● **WHAT YOU SHOULD DO**: Nothing but the lines from the one containing "describe('unflatten against flattening', ()" through the one containing "else if (Array.isArray(node))", both included, should be given again, each exactly as written below.

● **DATA FOR THIS TASK**:
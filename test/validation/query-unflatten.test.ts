/**
 * The query-string form's builder (src/query.ts): dotted names become the nested request, and
 * each refusal names the field by its JSON pointer (RFC 6901: "~" as "~0", "/" as "~1").
 */
import fc from 'fast-check';
import { describe, expect, it } from 'vitest';
import { RequestFieldError } from '../../src/operations/shared.js';
import { coerce, unflatten } from '../../src/query.js';
import { thrown } from '../assert.js';

describe('unflatten', () => {
  it('builds nested objects and arrays from dotted names', () => {
    expect(unflatten({ method: 'LRFD', 'welds.0.size': '5/16', 'welds.1.size': '1/4', 'load.force': '120' })).toEqual({
      method: 'LRFD',
      welds: [{ size: '5/16' }, { size: '1/4' }],
      load: { force: '120' },
    });
  });

  it('a gap in the indexes names the missing item', () => {
    const e = thrown(() => unflatten({ 'welds.1.size': '1/4' }), RequestFieldError);
    expect(e.pointer).toBe('/welds/0');
    const deep = thrown(() => unflatten({ 'parts.0.steel': 'A36', 'welds.0.size': '1/4', 'welds.2.size': '1/4' }), RequestFieldError);
    expect(deep.pointer).toBe('/welds/1');
  });

  it('a bad name is refused with its pointer', () => {
    expect(thrown(() => unflatten({ 'welds.0.__proto__': 'x' }), RequestFieldError).pointer).toBe('/welds/0/__proto__');
    expect(thrown(() => unflatten({ 'load.force.x': '1', 'load.force': '2' }), RequestFieldError).pointer).toBe('/load/force');
    expect(thrown(() => unflatten({ 'welds.01.size': '1' }), RequestFieldError).pointer).toBe('/welds/01/size');
  });

  it('never throws anything but a RequestFieldError, whatever the names (property)', () => {
    fc.assert(
      fc.property(fc.dictionary(fc.string({ maxLength: 12 }), fc.string({ maxLength: 6 }), { maxKeys: 6 }), (query) => {
        try {
          unflatten(query);
        } catch (err) {
          expect(err).toBeInstanceOf(RequestFieldError);
        }
      }),
      { numRuns: 300 },
    );
  });
});

describe('unflatten against flattening', () => {
  // Any nested request of objects and arrays (none empty: an empty one has no query name) with
  // text leaves, flattened here to dotted names, is built back exactly.
  type Tree = string | Tree[] | { [k: string]: Tree };
  const name = fc.stringMatching(/^[A-Za-z][A-Za-z0-9_-]{0,8}$/).filter((n) => !['constructor', 'prototype'].includes(n));
  const { tree } = fc.letrec<{ tree: Tree }>((tie) => ({
    tree: fc.oneof(
      { depthSize: 'small', withCrossShrink: true },
      fc.string({ maxLength: 6 }),
      fc.array(tie('tree'), { minLength: 1, maxLength: 4 }),
      fc.dictionary(name, tie('tree'), { minKeys: 1, maxKeys: 4 }),
    ),
  }));
  const root = fc.dictionary(name, tree, { minKeys: 1, maxKeys: 5 });

  function flatten(node: Tree, prefix: string, out: Record<string, string>): void {
    if (typeof node === 'string') out[prefix] = node;
    else if (Array.isArray(node)) node.forEach((v, i) => flatten(v, `${prefix}.${i}`, out));
    else for (const [k, v] of Object.entries(node)) flatten(v, `${prefix}.${k}`, out);
  }

  it('rebuilds any nested request from its dotted names (property)', () => {
    fc.assert(
      fc.property(root, (request) => {
        const query: Record<string, string> = {};
        for (const [k, v] of Object.entries(request)) flatten(v, k, query);
        expect(unflatten(query)).toEqual(request);
      }),
      { numRuns: 500 },
    );
  });

  it('refuses names outside the rules, each by its pointer (hand-listed cases)', () => {
    const cases: Array<[Record<string, string>, string]> = [
      [{ '1abc': 'x' }, '/1abc'],
      [{ 'a.b c': 'x' }, '/a/b c'],
      [{ [`a${'b'.repeat(64)}`]: 'x' }, `/a${'b'.repeat(64)}`],
      [{ 'welds.': 'x' }, '/welds/'],
      [{ 'welds.1000.size': 'x' }, '/welds/1000/size'],
      [{ 'a/b.c~d': 'x' }, '/a~1b/c~0d'],
      [{ 'welds.0': 'x', 'welds.a': 'y' }, '/welds/a'],
    ];
    for (const [query, pointer] of cases) expect(thrown(() => unflatten(query), RequestFieldError).pointer, JSON.stringify(query)).toBe(pointer);
    // 64 characters is the longest name; "_" and "-" are allowed after the first letter.
    expect(unflatten({ [`a${'b'.repeat(63)}`]: 'x', 'x_y-z': 'w' })).toEqual({ [`a${'b'.repeat(63)}`]: 'x', 'x_y-z': 'w' });
  });
});

describe('coerce', () => {
  const schema = {
    type: 'object',
    properties: {
      n: { type: 'number' },
      i: { anyOf: [{ type: 'integer' }, { type: 'string' }] },
      b: { type: 'boolean' },
      list: { type: 'array', items: { type: 'number' } },
      s: { type: 'string' },
    },
  };

  it('turns text into the types the schema asks for, and leaves the rest', () => {
    expect(coerce(schema, { n: '2.5', i: '3', b: 'TRUE', list: '1, 2,3', s: '4', other: '5' })).toEqual({ n: 2.5, i: 3, b: true, list: [1, 2, 3], s: '4', other: '5' });
    expect(coerce(schema, { n: 'abc', b: '0' })).toEqual({ n: 'abc', b: false });
  });
});
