function resolveParts(parts: GroovePart[], sys: UnitSystemId): Array<GroovePart & { resolved: ResolvedSteel }> {
  return parts.map((p, i) => Object.assign({}, p, { resolved: resolveSteel(p.steel, p.thickness, sys, `/parts/${i}/steel`) }));
}

/** A Table J2.5 row that need not be checked, shown as a check that says so. */
function exemptCheck(code: 'GROOVE_WELD_METAL_EXEMPT' | 'GROOVE_BASE_METAL_EXEMPT', demand: number, note: string): Check {
  const info = CODES[code];
  return { code, title: info.title, clause: info.clause, equation: '', nominal: 0, available: 0, demand, ratio: 0, pass: true, applicable: false, note };
}

function governingSide(result: EngineResult<unknown>): GoverningSide {
  const code = result.governing.code;
  if (code === 'GROOVE_WELD_METAL_EXEMPT' || code === 'GROOVE_BASE_METAL_EXEMPT') return 'none';
  return code === 'PJP_WELD_METAL' ? 'weld-metal' : 'base-metal';
}

function num(x: number): string {
  return Number(x.toPrecision(4)).toString();
}

const PROCESS_WORDS = (ps: readonly string[]): string => ps.join(' or ');
const POSITION_WORDS = (ps: readonly string[]): string => (ps.length === 4 ? 'any position' : `the ${ps.join(' or ')} position`);

/** The prequalified alternatives of Table J2.1 for a groove type, in words. */
function tableJ21Options(groove: GrooveType, units: UnitSystem, sys: UnitSystemId): string {
  const rows = TABLE_J2_1.filter((r) => r.grooves.includes(groove));
  if (rows.length === 0) return 'Table J2.1 has no row for this groove type.';
  return `Table J2.1 gives a ${groove} groove a throat for: ${rows
    .map((r) => `${PROCESS_WORDS(r.processes)} in ${POSITION_WORDS(r.positions)} (${r.deducted ? `S - ${THROAT_DEDUCTION[sys]} ${units.length}` : 'S'})`)
    .join('; ')}.`;
}

// ------------------------------------------------------------------ PJP
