describe('GET forms and unknown paths', () => {
  const keyPart = fc.oneof(
    fc.constantFrom('method', 'units', 'electrode', 'fexx', 'welds', 'size', 'legs', 'length', 'angle', 'count', 'endLoaded', 'intermittent', 'segments', 'pitch', 'parts', 'thickness', 'steel', 'fy', 'fu', 'faces', 'loading', 'load', 'force', 'lap', 'part', 'lines', 'id', 'format', 'field'),
    fc.constantFrom('0', '1', '2', '00', '999', '1000', '-1', '1.5', '__proto__', 'constructor', 'prototype', 'toString', '', ' ', '[]', '[0]', '%', '%zz'),
    fc.string({ maxLength: 8 }),
  );
  const key = fc.array(keyPart, { minLength: 1, maxLength: 4 }).map((parts) => parts.join('.'));
  const value = fc.oneof(
    fc.constantFrom('LRFD', 'ASD', 'imperial', 'metric', 'E70', 'E49', 'A992', 'S355', '5/16', '1-1/4', '1 1/4', '10', '0', '-1', '1e400', 'NaN', 'true', 'false', '', ',', '5/16,3/8', 'csv', 'value', 'json', 'utilization'),
    fc.double().map(String),
    fc.string({ maxLength: 20 }),
    fc.string({ maxLength: 20, unit: 'grapheme' }),
  );
  const encode = (s: string) => {
    try {
      return encodeURIComponent(s);
    } catch {
      return 'x'; // lone surrogates cannot be encoded; a real client could not send them either
    }
  };
  const pairs = fc.array(fc.tuple(key, value, fc.boolean()), { maxLength: 12 }).map((list) =>
    list.map(([k, v, raw]) => (raw ? `${k.replace(/[#&=\s]/g, '')}=${v.replace(/[#&\s]/g, '')}` : `${encode(k)}=${encode(v)}`)).join('&'),
  );

  const others = OPERATIONS.filter((o) => o.path !== '/v1/fillet/check' && o.path !== '/v1/base-metal/check').map((o) => [o.path, toQuery(Object.values(o.examples)[0]?.value ?? {}).join('&'), 200] as const);
  for (const [url, base, expected] of [
    ['/v1/fillet/check', 'method=LRFD&electrode=E70&welds.0.size=5%2F16&welds.0.length=10&parts.0.thickness=0.5&parts.0.steel=A36', 200],
    ['/v1/base-metal/check', 'method=LRFD&part.thickness=0.5&part.steel=A36&lines.0.length=4', 200],
    ...others,
  ] as const) {
    it(`${url}: the valid query is answered`, async () => {
      expect((await send({ method: 'GET', url: `${url}?${base}` })).statusCode).toBe(expected);
    });

    it(`${url}: random query strings, alone and added to a valid one`, async () => {
      await fc.assert(
        fc.asyncProperty(pairs, fc.boolean(), async (q, withBase) => {
          const query = withBase ? `${base}&${q}` : q;
          fc.pre(clean(query) && clean(decodeURIComponentSafe(query)));
          await send({ method: 'GET', url: `${url}?${query}` });
        }),
        { numRuns: 400 },
      );
    });
  }

  it('unknown paths with random query strings', async () => {
    const segment = fc.oneof(fc.constantFrom('v1', 'v2', 'fillet', 'check', 'catalog', 'steels', 'docs', '..', '.', 'openapi.json', 'metrics'), fc.string({ minLength: 1, maxLength: 12 }));
    await fc.assert(
      fc.asyncProperty(
        fc.array(segment, { minLength: 1, maxLength: 5 }),
        pairs,
        fc.constantFrom('GET', 'POST', 'PUT', 'DELETE', 'PATCH') as fc.Arbitrary<InjectOptions['method']>,
        async (segments, q, method) => {
          const path = `/${segments.map((s) => encode(s)).join('/')}`;
          fc.pre(clean(decodeURIComponentSafe(path + q)) && clean(path + q));
          await send({ method, url: `${path}?${q}`, ...(method === 'GET' ? {} : { payload: '{}', headers: { 'content-type': 'application/json' } }) });
        },
      ),
      { numRuns: 300 },
    );
  });
});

● **EXERCISE RESPONSE**:
describe('unflatten against flattening', () => {
  // Any nested request of objects and arrays (none empty: an empty one has no query name) with
  // text leaves, flattened here to dotted names, is built back exactly.
  type Tree = string | Tree[] | { [k: string]: Tree };
  const name = fc.stringMatching(/^[A-Za-z][A-Za-z0-9_-]{0,8}$/).filter((n) => !['constructor', 'prototype'].includes(n));
  const { tree } = fc.letrec<{ tree: Tree }>((tie) => ({
    tree: fc.oneof(
      { depthSize: 'small', withCrossShrink: true },
      fc.string({ maxLength: 6 }),
      fc.array(tie('tree'), { minLength: 1, maxLength: 4 }),
      fc.dictionary(name, tie('tree'), { minKeys: 1, maxKeys: 4 }),
    ),
  }));
  const root = fc.dictionary(name, tree, { minKeys: 1, maxKeys: 5 });

  function flatten(node: Tree, prefix: string, out: Record<string, string>): void {
    if (typeof node === 'string') out[prefix] = node;
    else if (Array.isArray(node)) node.forEach((v, i) => flatten(v, `${prefix}.${i}`, out));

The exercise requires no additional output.